*** Opening of Exercise data ***

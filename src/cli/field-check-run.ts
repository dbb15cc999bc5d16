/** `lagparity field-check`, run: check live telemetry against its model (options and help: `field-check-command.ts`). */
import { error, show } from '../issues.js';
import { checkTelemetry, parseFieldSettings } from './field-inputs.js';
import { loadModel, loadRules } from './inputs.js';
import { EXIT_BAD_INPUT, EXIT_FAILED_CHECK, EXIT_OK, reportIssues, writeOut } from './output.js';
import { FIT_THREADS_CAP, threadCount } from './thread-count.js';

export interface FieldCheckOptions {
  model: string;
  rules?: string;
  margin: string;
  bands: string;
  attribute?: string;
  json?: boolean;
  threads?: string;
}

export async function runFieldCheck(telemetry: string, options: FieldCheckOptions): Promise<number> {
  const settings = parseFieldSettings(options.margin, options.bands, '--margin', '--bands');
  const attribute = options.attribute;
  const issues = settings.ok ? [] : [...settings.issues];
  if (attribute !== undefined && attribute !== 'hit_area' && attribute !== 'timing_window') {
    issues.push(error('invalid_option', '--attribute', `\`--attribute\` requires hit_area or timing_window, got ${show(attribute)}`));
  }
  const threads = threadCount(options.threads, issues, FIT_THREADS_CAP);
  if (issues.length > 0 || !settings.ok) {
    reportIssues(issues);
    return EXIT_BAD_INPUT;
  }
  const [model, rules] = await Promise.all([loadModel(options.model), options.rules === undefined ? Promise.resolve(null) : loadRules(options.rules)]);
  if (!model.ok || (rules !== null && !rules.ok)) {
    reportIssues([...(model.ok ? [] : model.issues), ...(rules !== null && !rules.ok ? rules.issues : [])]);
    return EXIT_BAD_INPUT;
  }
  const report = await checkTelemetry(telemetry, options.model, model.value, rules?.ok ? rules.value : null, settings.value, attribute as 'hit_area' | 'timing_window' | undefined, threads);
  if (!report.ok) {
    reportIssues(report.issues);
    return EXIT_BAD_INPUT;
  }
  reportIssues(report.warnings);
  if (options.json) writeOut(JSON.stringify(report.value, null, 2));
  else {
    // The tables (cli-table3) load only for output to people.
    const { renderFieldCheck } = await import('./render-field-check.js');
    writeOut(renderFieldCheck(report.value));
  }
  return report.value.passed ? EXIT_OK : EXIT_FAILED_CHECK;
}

*** Close of Exercise data ***
*** Opening of Exercise data ***

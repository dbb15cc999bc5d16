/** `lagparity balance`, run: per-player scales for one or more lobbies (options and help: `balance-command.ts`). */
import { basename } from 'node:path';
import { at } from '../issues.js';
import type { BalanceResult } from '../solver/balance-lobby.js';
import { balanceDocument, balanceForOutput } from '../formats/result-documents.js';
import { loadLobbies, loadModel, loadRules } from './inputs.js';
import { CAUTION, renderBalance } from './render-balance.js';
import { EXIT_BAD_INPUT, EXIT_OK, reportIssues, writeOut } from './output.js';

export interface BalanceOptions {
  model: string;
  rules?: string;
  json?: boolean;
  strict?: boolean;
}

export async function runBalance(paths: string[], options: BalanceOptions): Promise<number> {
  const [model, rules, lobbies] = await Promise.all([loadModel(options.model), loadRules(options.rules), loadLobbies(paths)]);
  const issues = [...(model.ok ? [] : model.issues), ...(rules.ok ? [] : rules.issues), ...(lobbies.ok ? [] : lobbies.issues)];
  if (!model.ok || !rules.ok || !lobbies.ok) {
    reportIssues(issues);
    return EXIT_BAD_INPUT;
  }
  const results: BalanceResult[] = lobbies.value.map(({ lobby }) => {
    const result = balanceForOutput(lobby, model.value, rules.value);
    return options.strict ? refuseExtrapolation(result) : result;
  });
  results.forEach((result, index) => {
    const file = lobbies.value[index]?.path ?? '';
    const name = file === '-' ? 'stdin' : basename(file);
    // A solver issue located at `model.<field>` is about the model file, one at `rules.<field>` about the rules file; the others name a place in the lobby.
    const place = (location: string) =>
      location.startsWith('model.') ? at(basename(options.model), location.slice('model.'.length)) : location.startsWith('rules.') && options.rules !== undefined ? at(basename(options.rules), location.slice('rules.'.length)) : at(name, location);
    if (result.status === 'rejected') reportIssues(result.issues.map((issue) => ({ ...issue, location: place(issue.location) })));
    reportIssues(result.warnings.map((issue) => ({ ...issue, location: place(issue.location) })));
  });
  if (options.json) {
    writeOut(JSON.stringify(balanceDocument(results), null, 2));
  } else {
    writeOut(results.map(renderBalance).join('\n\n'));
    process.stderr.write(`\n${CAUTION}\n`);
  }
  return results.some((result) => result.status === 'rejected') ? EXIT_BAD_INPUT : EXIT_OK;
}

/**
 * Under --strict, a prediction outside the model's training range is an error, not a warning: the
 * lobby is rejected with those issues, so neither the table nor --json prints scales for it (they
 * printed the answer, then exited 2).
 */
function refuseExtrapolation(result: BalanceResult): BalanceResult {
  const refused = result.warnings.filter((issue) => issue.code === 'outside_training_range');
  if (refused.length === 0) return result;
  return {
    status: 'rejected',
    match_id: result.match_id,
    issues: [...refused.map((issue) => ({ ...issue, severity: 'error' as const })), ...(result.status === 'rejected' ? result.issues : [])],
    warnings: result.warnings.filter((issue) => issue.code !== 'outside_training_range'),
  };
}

*** Close of Exercise data ***

## Task directions
Out of the preceding entries, pull every line containing the string "refuseExtrapolation".

## Solved problem
    return options.strict ? refuseExtrapolation(result) : result;
function refuseExtrapolation(result: BalanceResult): BalanceResult {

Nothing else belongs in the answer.